Así que decidió de forma definitiva mantener en secreto su peliaguda condición, por más de una razón. No quería dar la imagen de alguien necesitado, no se consideraba alguien así. No quería que lo vieran ni con el más remoto halo de lástima, sino como un igual. Y también, había una gruesa cuota de vergüenza. Aquel apocamiento que sólo pueden comprender aquellos que viven ciertas privaciones y departen con quienes no las tienen.

Tal vez si alguien hubiera sido especialmente observador y quisquilloso con él, hubiera podido notar un problema. Sin embargo, Dazi se esmeraba para mantener su portada. Sus libros usados estaban bien cuidados, nunca compraba su almuerzo en los recreos pero siempre tenía un aperitivo que su madre o él mismo había elaborado, sus ropas, aunque repetitivas, lucían siempre impecables. Y sus calificaciones eran inmaculadas. Al principio las conservaba así para que fueran una preocupación menos para su madre, pero con el tiempo decidió que era lo más sensato para su futuro. Además que, aunque no contaban con becas en esa escuela, el director estuvo dispuesto a ofrecerle un descuento siempre que mantuviera su promedio.

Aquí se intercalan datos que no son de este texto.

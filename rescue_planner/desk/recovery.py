"""Recovery copies: written two seconds after the last change, never over the user's file."""

from __future__ import annotations

import contextlib
import json
import os
import sys
import traceback
import uuid
from collections.abc import Callable
from dataclasses import dataclass
from datetime import datetime
from pathlib import Path
from types import TracebackType

from PySide6.QtCore import QLockFile, QObject, QTimer, Signal

from rescue_planner import places
from rescue_planner.desk.document import CaseDocument

AUTOSAVE_MS = 2000


def folder() -> Path:
    """Return the folder of recovery copies."""
    return places.user_state() / "recovery"


@dataclass(frozen=True, slots=True)
class Leftover:
    """A copy that an earlier session left behind."""

    copy: Path
    title: str
    original: Path | None
    changed: datetime

    def discard(self) -> None:
        """Delete the copy."""
        for path in (self.copy, self.copy.with_suffix(".json")):
            path.unlink(missing_ok=True)


def leftovers() -> tuple[Leftover, ...]:
    """Return the copies whose session has ended, the newest first."""
    found = []
    for copy in folder().glob("*.rescue"):
        lock = QLockFile(str(copy.with_suffix(".lock")))
        lock.setStaleLockTime(0)
        if not lock.tryLock(0):
            continue  # its session still runs
        lock.unlock()
        with contextlib.suppress(OSError, ValueError, KeyError, TypeError):
            about = json.loads(copy.with_suffix(".json").read_text(encoding="utf-8"))
            original = Path(about["original"]) if about["original"] else None
            changed = datetime.fromtimestamp(copy.stat().st_mtime).astimezone()
            found.append(Leftover(copy, str(about["title"]), original, changed))
    return tuple(sorted(found, key=lambda one: one.changed, reverse=True))


class Recovery(QObject):
    """Keeps one recovery copy of the open case while it has unsaved changes."""

    failed = Signal(str)  # one sentence

    def __init__(self, document: CaseDocument, parent: QObject | None = None) -> None:
        super().__init__(parent)
        self._document = document
        self._name = uuid.uuid4().hex
        self._lock: QLockFile | None = None
        self._timer = QTimer(self)
        self._timer.setSingleShot(True)
        self._timer.setInterval(AUTOSAVE_MS)
        self._timer.timeout.connect(self.write)
        document.changed.connect(self._changed)
        document.state_changed.connect(self._state_changed)

    @property
    def copy(self) -> Path:
        """The recovery copy of this session."""
        return folder() / f"{self._name}.rescue"

    def _changed(self, _case: object) -> None:
        self._timer.start()

    def _state_changed(self) -> None:
        if not self._document.is_modified:
            self.discard()

    def write(self) -> bool:
        """Write the copy now, if the case has unsaved changes; say whether it stands."""
        from rescue_planner.case.file import CaseFileError, save

        document = self._document
        if not document.is_modified:
            return False
        try:
            folder().mkdir(parents=True, exist_ok=True)
            if self._lock is None:
                self._lock = QLockFile(str(self.copy.with_suffix(".lock")))
                self._lock.setStaleLockTime(0)
                self._lock.tryLock(0)
            save(self.copy, document.case, tables=document.tables, log=document.trail)
            about = {"title": document.case.title, "original": str(document.path or "")}
            self.copy.with_suffix(".json").write_text(json.dumps(about), encoding="utf-8")
        except (OSError, CaseFileError) as error:
            self.failed.emit(
                f"No recovery copy could be written ({error}). Save the case soon yourself."
            )
            return False
        return True

    def discard(self) -> None:
        """Delete the copy: the case is saved, or was given up on purpose."""
        self._timer.stop()
        with contextlib.suppress(OSError):
            for suffix in (".rescue", ".json"):
                self.copy.with_suffix(suffix).unlink(missing_ok=True)
        if self._lock is not None:
            self._lock.unlock()
            self._lock = None


def crash_hook(
    recovery: Recovery, tell: Callable[[str], None]
) -> Callable[[type[BaseException], BaseException, TracebackType | None], None]:
    """Return an exception hook that writes the copy and a report, tells, and keeps running."""

    def hook(kind: type[BaseException], error: BaseException, trace: TracebackType | None) -> None:
        if issubclass(kind, KeyboardInterrupt):
            sys.__excepthook__(kind, error, trace)
            return
        report = "".join(traceback.format_exception(kind, error, trace))
        recovery.write()
        with contextlib.suppress(OSError):
            path = places.user_state() / "reports" / f"{datetime.now():%Y%m%d-%H%M%S}.txt"
            path.parent.mkdir(parents=True, exist_ok=True)
            path.write_text(report, encoding="utf-8")
        if os.environ.get("PYTHONDEVMODE"):
            sys.__excepthook__(kind, error, trace)
        tell(report)

    return hook
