"""Long work off the GUI thread, with progress, cancel, and silence once superseded."""

from __future__ import annotations

import time
from collections.abc import Callable
from concurrent.futures import ThreadPoolExecutor
from functools import partial

from PySide6.QtCore import QObject, Signal, Slot

from rescue_planner.projection.jobs import Cancelled, JobControl

LEAST_SECONDS_BETWEEN = 0.1


class JobRunner(QObject):
    """One job at a time. Signals arrive on the GUI thread; superseded jobs are silent."""

    started = Signal(str)  # name
    progressed = Signal(int, int)  # done, total
    finished = Signal(object)  # result
    failed = Signal(object)  # exception
    cancelled = Signal()
    idle = Signal()  # after any of the last three
    _said = Signal(int, object)  # job number, what to do

    def __init__(self, parent: QObject | None = None) -> None:
        super().__init__(parent)
        self._pool: ThreadPoolExecutor | None = None
        self._number = 0
        self._running = False
        self._closed = False
        self._control = JobControl()
        self._done: Callable[[object], None] | None = None
        self._failed: Callable[[Exception], None] | None = None
        self._said.connect(self._relay)

    @property
    def is_running(self) -> bool:
        """Whether a job runs whose end has not been told yet."""
        return self._running

    def start(
        self,
        work: Callable[[JobControl], object],
        name: str = "",
        *,
        done: Callable[[object], None] | None = None,
        failed: Callable[[Exception], None] | None = None,
    ) -> None:
        """Cancel whatever runs, then run `work`; `done` or `failed` is told on the GUI thread."""
        if self._closed:
            return
        self._control.cancel()
        if self._pool is None:
            self._pool = ThreadPoolExecutor(max_workers=1, thread_name_prefix="job")
        self._number += 1
        number = self._number
        self._done, self._failed = done, failed
        self._control = JobControl(_Thinned(partial(self._say_progress, number)))
        self._running = True
        self.started.emit(name)
        self._pool.submit(self._run, number, work, self._control)

    def cancel(self) -> None:
        """Ask the running job to stop at its next step."""
        self._control.cancel()

    def drop(self) -> None:
        """Cancel, and hear no more of the running job."""
        self._control.cancel()
        if self._running:
            self._number += 1
            self._running = False
            self.idle.emit()

    def close(self) -> None:
        """Stop and wait; the owner calls this before it goes away."""
        self._closed = True
        self._number += 1
        self._running = False
        self._control.cancel()
        if self._pool is not None:
            self._pool.shutdown(wait=True, cancel_futures=True)

    def _say_progress(self, number: int, done: int, total: int) -> None:
        self._said.emit(number, partial(self.progressed.emit, done, total))

    def _run(self, number: int, work: Callable[[JobControl], object], control: JobControl) -> None:
        try:
            control.step(0, 1)
            say: Callable[[], None] = partial(self._tell_done, work(control))
        except Cancelled:
            say = self._tell_cancelled
        except Exception as error:  # noqa: BLE001 - the thread's last line of defence
            say = partial(self._tell_failed, error)
        self._said.emit(number, say)

    def _tell_done(self, result: object) -> None:
        self._running = False
        self.idle.emit()  # before what follows: it may ask the user something, or start a job
        if self._done is not None:
            self._done(result)
        self.finished.emit(result)

    def _tell_failed(self, error: Exception) -> None:
        self._running = False
        self.idle.emit()
        if self._failed is not None:
            self._failed(error)
        self.failed.emit(error)

    def _tell_cancelled(self) -> None:
        self._running = False
        self.cancelled.emit()
        self.idle.emit()

    @Slot(int, object)
    def _relay(self, number: int, say: Callable[[], None]) -> None:
        if number == self._number:
            say()


class _Thinned:
    """Passes on progress at most ten times a second, and the last step."""

    def __init__(self, tell: Callable[[int, int], None]) -> None:
        self._tell = tell
        self._last = 0.0

    def __call__(self, done: int, total: int) -> None:
        now = time.monotonic()
        if now - self._last >= LEAST_SECONDS_BETWEEN or done >= total > 1:
            self._last = now
            self._tell(done, total)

Dazi estaba contento con ese statu quo. Pensaba que podía mantenerlo de esa manera, indefinidamente, hasta que se graduara y viajara a la capital en busca de una profesión. Buscaría un trabajo y se pagaría sus propios estudios, si era tan inteligente como todos decían que era, tal vez conseguiría una beca. Y si todo salía bien, lograría regresar al pueblo en unos años. Y su época de austeridad quedaría como un mal recuerdo. Nadie tendría que saberlo.

Eso pensó hasta que en uno de esos malos días de falta de presupuesto acompañó a su madre donde el prestamista. La había visto empeñar de todo y luego recuperarlo, pero era la primera vez que ofrecía sus alianzas de matrimonio. Dazi sólo observó la operación, circunspecto, y no se percató que la persona que seguía en la fila los observaba con fijeza.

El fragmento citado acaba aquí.